Палуба «Авангарда» являла зрелище беспорядка, не уступающего тому, что творился в наших каютах. Матросы использовали передышку, дарованную им бурей, чтобы заменить брам-стеньги и утлегарь. Было очевидно, что они готовятся принять
Опершись на судовой леер, король с завистью поглядывал на фрегат адмирала Караччоло, плывущий по правому борту от нас. Казалось, этот корабль заколдован: все его снасти были целы, нигде ни единой поломки, и когда на него накатывали те же громадные валы, что трепали наше судно, казалось, он воспринимал их удары так же естественно, как конь, пускаемый в галоп ударом хозяйского хлыста.
— Вот видите, сударыня! — сказал король, обращаясь к жене, и жестом показал на «Минерву».
— Так что же? — спросила королева.
— А то, что из-за вас я оказался на этом корабле, вместо того чтобы плыть на том!
— Какое счастье, — заметила королева, — что адмирал не знает итальянского языка.
— Это еще почему?
— Потому что, как мне кажется, — произнесла она, — с него довольно, что приходится везти у себя на борту трусливого короля.
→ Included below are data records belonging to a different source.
// Round trips: a model's impedance, computed here with complex.js from its element tree (Z_R = R,
// Z_L = jωL, Z_C = 1/(jωC), series sums, parallel reciprocal sums; Alexander & Sadiku, Fundamentals of
// Electric Circuits, 6th ed., ch. 9), written as a Touchstone file in every combination of version,
// frequency unit, parameter and format, read back, and turned into Z again: it must equal the model to
// 1e-9 relative. One-port S is Γ = (Z − Z0)/(Z + Z0), Y = 1/Z (Pozar, Microwave Engineering, 4th ed., §2.3).

import { Complex } from 'complex.js';
import { describe, expect, it } from 'vitest';
import { capacitor, inductor, parallel, resistor, series } from '../../src/circuit/element.js';
import { impedanceFromNetwork } from '../../src/measure/fixtures.js';
import type { DataFormat, FrequencyUnit, NetworkParameter } from '../../src/measure/network-data.js';
import { readTouchstone } from '../../src/measure/touchstone-read.js';
import { writeTouchstone } from '../../src/measure/touchstone-write.js';
import { referenceZAt } from '../reference/impedance.js';

// A capacitor model: ESR + ESL + (C ‖ EPR), from below to far above its resonance.
const model = series(resistor(0.018), inductor(0.45e-9), parallel(capacitor(100e-9), resistor(1e9)));
const frequencies = Float64Array.from({ length: 61 }, (_, i) => 1e3 * 10 ** (i / 10));
const z = Array.from(frequencies, (f) => referenceZAt(model, f));

const VERSIONS = [1, 2] as const;
const UNITS: FrequencyUnit[] = ['Hz', 'kHz', 'MHz', 'GHz'];
const PARAMETERS: NetworkParameter[] = ['S', 'Y', 'Z'];
const FORMATS: DataFormat[] = ['MA', 'DB', 'RI'];
const combos = VERSIONS.flatMap((v) => UNITS.flatMap((u) => PARAMETERS.flatMap((p) => FORMATS.map((f) => [v, u, p, f] as const))));

function onePortValues(parameter: NetworkParameter, z0: number): { re: Float64Array; im: Float64Array } {
  const values = z.map((zk) => (parameter === 'Z' ? zk : parameter === 'Y' ? zk.inverse() : zk.sub(z0).div(zk.add(z0))));
  return { re: Float64Array.from(values, (v) => v.re), im: Float64Array.from(values, (v) => v.im) };
}

describe('model → Touchstone → reader → Z', () => {
  it.each(combos)('version %s, %s, %s, %s', (version, unit, parameter, format) => {
    for (const z0 of [50, 75]) {
      const text = writeTouchstone({ version, ports: 1, parameter, format, unit, reference: z0, frequencies, ...onePortValues(parameter, z0), comments: ['round trip'] });
      const read = readTouchstone(text, version === 1 ? 'model.s1p' : 'model.ts');
      expect(read.ok).toBe(true);
      if (!read.ok) return;
      expect(read.data.version).toBe(version);
      expect(read.data.reference).toEqual([z0]);
      const got = impedanceFromNetwork(read.data, 'reflection');
      expect(got.ok).toBe(true);
      if (!got.ok) return;
      for (let k = 0; k < frequencies.length; k++) {
        expect(Math.abs(got.impedance.frequencies[k] / frequencies[k] - 1)).toBeLessThan(1e-14);
        expect(new Complex(got.impedance.re[k], got.impedance.im[k]).sub(z[k]).abs() / z[k].abs()).toBeLessThan(1e-9);
      }
    }
  });

  it.each([
    [1, '21_12'],
    [2, '21_12'],
    [2, '12_21'],
  ] as const)('a two-port shunt-thru file, version %s, order %s', (version, order) => {
    // The shunt two-port's S matrix: S11 = S22 = −Z0/(2Z + Z0), S21 = S12 = 2Z/(2Z + Z0) (Pozar, table 4.2).
    const re = new Float64Array(4 * z.length);
    const im = new Float64Array(4 * z.length);
    z.forEach((zk, k) => {
      const d = zk.mul(2).add(50);
      const s11 = new Complex(-50, 0).div(d);
      const s21 = zk.mul(2).div(d);
      [s11, s21, s21, s11].forEach((v, i) => ((re[4 * k + i] = v.re), (im[4 * k + i] = v.im)));
    });
    // An asymmetric twist so the order matters: S12 differs from S21 (the formula reads S21 alone).
    for (let k = 0; k < z.length; k++) re[4 * k + 1] += 0.5;
    const text = writeTouchstone({ version, ports: 2, parameter: 'S', format: 'RI', unit: 'MHz', reference: 50, frequencies, re, im, twoPortOrder: order });
    const read = readTouchstone(text, version === 1 ? 'shunt.s2p' : 'shunt.ts');
    expect(read.ok).toBe(true);
    if (!read.ok) return;
    const got = impedanceFromNetwork(read.data, 'shunt-thru');
    expect(got.ok).toBe(true);
    if (!got.ok) return;
    for (let k = 0; k < z.length; k++) expect(new Complex(got.impedance.re[k], got.impedance.im[k]).sub(z[k]).abs() / z[k].abs()).toBeLessThan(1e-9);
  });
});
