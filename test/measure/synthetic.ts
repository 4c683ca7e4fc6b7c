// Synthetic measurements for the fitting tests, made here and not by zfolio: the impedance of an element
// tree by complex.js (test/reference/impedance.ts) on a log sweep, with optional Gaussian noise on |Z| (in dB)
// and on the phase (in degrees) from a seeded generator (mulberry32 uniforms, Box–Muller normals: G. E. P.
// Box, M. E. Muller, Ann. Math. Statist. 29, 1958), so every run sees the same numbers.

import type { Element } from '../../src/circuit/element.js';
import { referenceZAt } from '../reference/impedance.js';

export interface SyntheticSweep {
  frequencies: Float64Array;
  re: Float64Array;
  im: Float64Array;
}

export function seededNormal(seed: number): () => number {
  let a = seed >>> 0;
  const uniform = () => {
    a = (a + 0x6d2b79f5) >>> 0;
    let t = a;
    t = Math.imul(t ^ (t >>> 15), t | 1);
    t ^= t + Math.imul(t ^ (t >>> 7), t | 61);
    return ((t ^ (t >>> 14)) >>> 0) / 4294967296;
  };
  return () => Math.sqrt(-2 * Math.log(1 - uniform())) * Math.cos(2 * Math.PI * uniform());
}

export function logFrequencies(fromHz: number, toHz: number, points: number): Float64Array {
  return Float64Array.from({ length: points }, (_, i) => fromHz * (toHz / fromHz) ** (i / (points - 1)));
}

export function synthesise(element: Element, frequencies: Float64Array, noise?: { db: number; deg: number; seed: number }): SyntheticSweep {
  const normal = noise ? seededNormal(noise.seed) : () => 0;
  const re = new Float64Array(frequencies.length);
  const im = new Float64Array(frequencies.length);
  frequencies.forEach((f, i) => {
    const z = referenceZAt(element, f);
    const size = z.abs() * 10 ** (((noise?.db ?? 0) * normal()) / 20);
    const phase = z.arg() + ((noise?.deg ?? 0) * normal() * Math.PI) / 180;
    re[i] = size * Math.cos(phase);
    im[i] = size * Math.sin(phase);
  });
  return { frequencies, re, im };
}
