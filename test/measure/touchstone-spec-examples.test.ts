// The worked examples of the Touchstone File Format Specification 2.0 (IBIS Open Forum, 2009), as kept in
// scikit-rf's test folder (BSD-3, copied unchanged into test/fixtures/touchstone/spec with its notice):
// each must read as the README beside them says. Values are compared to the numbers the README states,
// converted here with the textbook polar form x = m·(cos θ + j sin θ).

import { readFileSync } from 'node:fs';
import { fileURLToPath } from 'node:url';
import { describe, expect, it } from 'vitest';
import { parameterAt, type NetworkData } from '../../src/measure/network-data.js';
import { readTouchstone } from '../../src/measure/touchstone-read.js';

const SPEC = fileURLToPath(new URL('../fixtures/touchstone/spec/', import.meta.url));

function read(name: string) {
  return readTouchstone(readFileSync(SPEC + name, 'utf8'), name);
}

function data(name: string): NetworkData {
  const r = read(name);
  if (!r.ok) throw new Error(r.errors.map((e) => `${e.file}:${e.line}:${e.column}: ${e.message}`).join('\n'));
  return r.data;
}

const polar = (m: number, deg: number): [number, number] => [m * Math.cos((deg * Math.PI) / 180), m * Math.sin((deg * Math.PI) / 180)];

/** |a − b| ≤ 1e-12·(1 + |b|): the conversions are a product and a cosine, exact to rounding. */
function expectComplex(actual: [number, number], expected: [number, number]): void {
  const scale = 1 + Math.hypot(...expected);
  expect(Math.hypot(actual[0] - expected[0], actual[1] - expected[1])).toBeLessThanOrEqual(1e-12 * scale);
}

const EX5_MAG = [
  [0.6, 0.4, 0.42, 0.53],
  [0.4, 0.6, 0.53, 0.42],
  [0.42, 0.53, 0.6, 0.4],
  [0.53, 0.42, 0.4, 0.6],
];
const EX5_ANG = [
  [161.24, -42.2, -66.58, -79.34],
  [-42.2, 161.2, -79.34, -66.58],
  [-66.58, -79.34, 161.24, -42.2],
  [-79.34, -66.58, -42.2, 161.24],
];

function expectEx5Matrix(d: NetworkData, k: number): void {
  for (let i = 0; i < 4; i++) for (let j = 0; j < 4; j++) expectComplex(parameterAt(d, k, i, j), polar(EX5_MAG[i][j], EX5_ANG[i][j]));
}

describe('Touchstone 2.0 specification examples', () => {
  it('example 1 (header only, no data) is a located error, not a crash', () => {
    const r = read('ex_1.ts');
    expect(r.ok).toBe(false);
    if (!r.ok) expect(r.errors.map((e) => `${e.line}:${e.column}: ${e.message}`)).toEqual(['5:20: no network data: the file ends before any frequency and its values']);
  });

  it('example 2: 1-port Z, MA, MHz, reference 50 by default: Z11 = (10 + k)∠10k° Ω at k MHz', () => {
    const d = data('ex_2.ts');
    expect(d.version).toBe(2);
    expect(d.ports).toBe(1);
    expect(d.parameter).toBe('Z');
    expect(d.reference).toEqual([50]);
    expect(Array.from(d.frequencies)).toEqual([1e6, 2e6, 3e6, 4e6, 5e6]);
    for (let k = 1; k <= 5; k++) expectComplex(parameterAt(d, k - 1, 0, 0), polar(10 + k, 10 * k));
  });

  it('example 3: 2-port S in the 21_12 order: S11 = 111, S12 = 112, S21 = 121, S22 = 122 at 1 GHz', () => {
    const d = data('ex_3.ts');
    expect(Array.from(d.frequencies)).toEqual([1e9, 2e9]);
    for (const [k, lead] of [[0, 100], [1, 200]]) {
      expectComplex(parameterAt(d, k, 0, 0), [lead + 11, 0]);
      expectComplex(parameterAt(d, k, 0, 1), [lead + 12, 0]);
      expectComplex(parameterAt(d, k, 1, 0), [lead + 21, 0]);
      expectComplex(parameterAt(d, k, 1, 1), [lead + 22, 0]);
    }
  });

  it('example 4: 4-port, [Reference] on its own line: Sij = 10i + j; references 50, 75, 0.01, 0.01 Ω', () => {
    const d = data('ex_4.ts');
    expect(d.ports).toBe(4);
    expect(d.reference).toEqual([50, 75, 0.01, 0.01]);
    for (let i = 0; i < 4; i++) for (let j = 0; j < 4; j++) expectComplex(parameterAt(d, 0, i, j), [10 * (i + 1) + (j + 1), 0]);
  });

  it('example 5: full 4-port matrix at 5 and 6 GHz', () => {
    const d = data('ex_5.ts');
    expect(Array.from(d.frequencies)).toEqual([5e9, 6e9]);
    expect(d.reference).toEqual([50, 75, 0.01, 0.01]);
    expectEx5Matrix(d, 0);
    expectEx5Matrix(d, 1);
  });

  it('example 6: the lower half of the same matrix, [Reference] over two lines, reads identical to example 5', () => {
    const lower = data('ex_6.ts');
    const full = data('ex_5.ts');
    expect(lower.reference).toEqual([50, 75, 0.01, 0.01]);
    // Example 6 gives S22 at 161.20° as its own row; example 5 has the same in its full matrix.
    expect(Array.from(lower.re)).toEqual(Array.from(full.re));
    expect(Array.from(lower.im)).toEqual(Array.from(full.im));
  });

  it('example 7: version 2.0 Z data are in ohms whatever [Reference] says (20 Ω here)', () => {
    const d = data('ex_7.ts');
    expect(d.reference).toEqual([20]);
    const expected = [[74.25, -4], [60, -22], [53.025, -45], [30, -62], [0.75, -89]];
    expected.forEach(([m, a], k) => expectComplex(parameterAt(d, k, 0, 0), polar(m, a)));
    expect(Array.from(d.frequencies)).toEqual([1e8, 2e8, 3e8, 4e8, 5e8]);
  });

  it('example 8: 1-port S, MA, MHz, R 50: S11 = 0.894∠−12.136° at 2 MHz', () => {
    const d = data('ex_8.s1p');
    expect(d.version).toBe(1);
    expect(Array.from(d.frequencies)).toEqual([2e6]);
    expectComplex(parameterAt(d, 0, 0, 0), polar(0.894, -12.136));
  });

  it('example 9: version 1 Z normalised to R 75 reads as the same ohms as example 10', () => {
    const v1 = data('ex_9.s1p');
    const v2 = data('ex_10.ts');
    expect(v1.reference).toEqual([75]);
    const normalised = [[0.99, -4], [0.8, -22], [0.707, -45], [0.4, -62], [0.01, -89]];
    normalised.forEach(([m, a], k) => {
      expectComplex(parameterAt(v1, k, 0, 0), polar(75 * m, a));
      expectComplex(parameterAt(v1, k, 0, 0), parameterAt(v2, k, 0, 0));
    });
  });

  it('example 10 reads as example 7', () => {
    const a = data('ex_10.ts');
    const b = data('ex_7.ts');
    expect(Array.from(a.re)).toEqual(Array.from(b.re));
    expect(Array.from(a.im)).toEqual(Array.from(b.im));
  });

  it.each([
    ['ex_11.s2p', '2:7', 'hybrid (H) parameters are not read'],
    ['ex_12.ts', '3:7', 'hybrid (H) parameters are not read'],
    ['ex_12_g.ts', '3:7', 'inverse hybrid (G) parameters are not read'],
  ])('%s: H and G parameters are refused with a clear, located message', (name, at, text) => {
    const r = read(name);
    expect(r.ok).toBe(false);
    if (!r.ok) {
      expect(r.errors).toHaveLength(1);
      expect(`${r.errors[0].line}:${r.errors[0].column}`).toBe(at);
      expect(r.errors[0].message).toContain(text);
    }
  });

  it('example 13: 2-port S, RI, GHz at 1, 2 and 10 GHz', () => {
    const d = data('ex_13.s2p');
    expect(Array.from(d.frequencies)).toEqual([1e9, 2e9, 10e9]);
    const s11 = [[0.3926, -0.1211], [0.3517, -0.3054], [0.3419, 0.3336]] as [number, number][];
    const s21 = [[-0.0003, -0.0021], [-0.0096, -0.0298], [-0.0134, 0.0379]] as [number, number][];
    for (let k = 0; k < 3; k++) {
      expectComplex(parameterAt(d, k, 0, 0), s11[k]);
      expectComplex(parameterAt(d, k, 1, 1), s11[k]);
      expectComplex(parameterAt(d, k, 1, 0), s21[k]);
      expectComplex(parameterAt(d, k, 0, 1), s21[k]);
    }
  });

  it('example 14: version 1 4-port, each matrix over four lines; at 5 GHz as example 5', () => {
    const d = data('ex_14.s4p');
    expect(Array.from(d.frequencies)).toEqual([5e9, 6e9, 7e9]);
    expectEx5Matrix(d, 0);
    // Row 4 at 7 GHz: 0.62∠−114.19, 0.37∠−99.09, 0.45∠−46.41, 0.50∠136.69.
    expectComplex(parameterAt(d, 2, 3, 0), polar(0.62, -114.19));
    expectComplex(parameterAt(d, 2, 3, 3), polar(0.5, 136.69));
  });

  it('example 16: mixed-mode data are refused clearly', () => {
    const r = read('ex_16.ts');
    expect(r.ok).toBe(false);
    if (!r.ok) {
      expect(r.errors.map((e) => `${e.line}:${e.column}`)).toEqual(['8:1']);
      expect(r.errors[0].message).toContain('mixed-mode');
    }
  });

  it('example 17: 2-port S with [Reference] 50 25 and noise data; the noise block is ignored', () => {
    const d = data('ex_17.ts');
    expect(d.reference).toEqual([50, 25]);
    expect(Array.from(d.frequencies)).toEqual([2e9, 22e9]);
    expectEx17(d);
  });

  it('example 18: the same S values in a version 1 file, noise data after the network data ignored', () => {
    const d = data('ex_18.s2p');
    expect(d.reference).toEqual([50, 50]);
    expect(Array.from(d.frequencies)).toEqual([2e9, 22e9]);
    expectEx17(d);
  });
});

function expectEx17(d: NetworkData): void {
  const at = (k: number, i: number, j: number, m: number, a: number) => expectComplex(parameterAt(d, k, i, j), polar(m, a));
  at(0, 0, 0, 0.95, -26);
  at(1, 0, 0, 0.6, -144);
  at(0, 1, 0, 3.57, 157);
  at(1, 1, 0, 1.3, 40);
  at(0, 0, 1, 0.04, 76);
  at(1, 0, 1, 0.14, 40);
  at(0, 1, 1, 0.66, -14);
  at(1, 1, 1, 0.56, -85);
}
Незачем показывать ему, что он везет еще и короля неблагодарного.
И она повернулась к нему спиной.
— Пусть я неблагодарен, если вам так угодно, — возразил король, не удостоив внимания первый эпитет, — но тем не менее справедливо то, что я куда охотнее был бы сейчас на фрегате Караччоло, чем на «Авангарде».
В это время ко мне пришли сказать, что маленький принц, оставшийся в своей койке, зовет меня.
Я поспешила спуститься к нему.
Это был шестилетний мальчик по имени Альберто; королева не питала к нему особой нежности, впрочем, по-настоящему она любила только своего второго сына, девятилетнего Леопольдо. Поэтому бедный малыш Альберто, бессознательно ощущая эту холодность матери, привязался ко мне, называл меня своей мамочкой и спешил броситься в мои объятия всякий раз, когда хотел избежать наказания или снискать какую-нибудь милость.
Теперь бедный ребенок, почувствовав себя немного лучше, просил меня проводить его на палубу. Несмотря на качку, я взяла его на руки и отнесла туда.
За прошедший час небо вновь затянулось тучами. Ветер повернул на юго-восток, и «Авангарду» пришлось несколько изменить курс, держась по ветру. Что касается «Минервы», то могло показаться, будто ей нипочем все причуды погоды и даже встречный ветер придает ей крылья.
В общем, нетрудно было догадаться, что приближается новый шквал. Тучи — угрюмые, серые, чреватые дождем — быстро собирались, опускаясь все ниже, словно наваливаясь своей тяжестью на верхушки мачт «Авангарда». Порывы теплого изнуряющего ветра несли с собой духоту — то был ветер с берегов Ливии, самый ненавистный для моряков Средиземноморья.
Нельсон предупредил нас, что передышка, подаренная штормом, кончается и, если нам угодно, можно спуститься в каюты, а он в наше отсутствие встретит врага лицом к лицу.
Уходя, я в последний раз глянула на неаполитанский фрегат и, при всем моем пристрастии к Нельсону, поневоле признала, что ход «Миневры» гораздо лучше, чем у нашего «Авангарда».
В самом деле, мы двигались со спущенными парусами, оставив только два зарифленных паруса и кливер, в то время как «Минерва» своими развернутыми марселями, казалось, бросала вызов буре; более стройная в носовой части, она легче рассекала волны, ее меньше качало, чем «Авангард». Это зрелище заставляло признать справедливость эгоистических сожалений короля.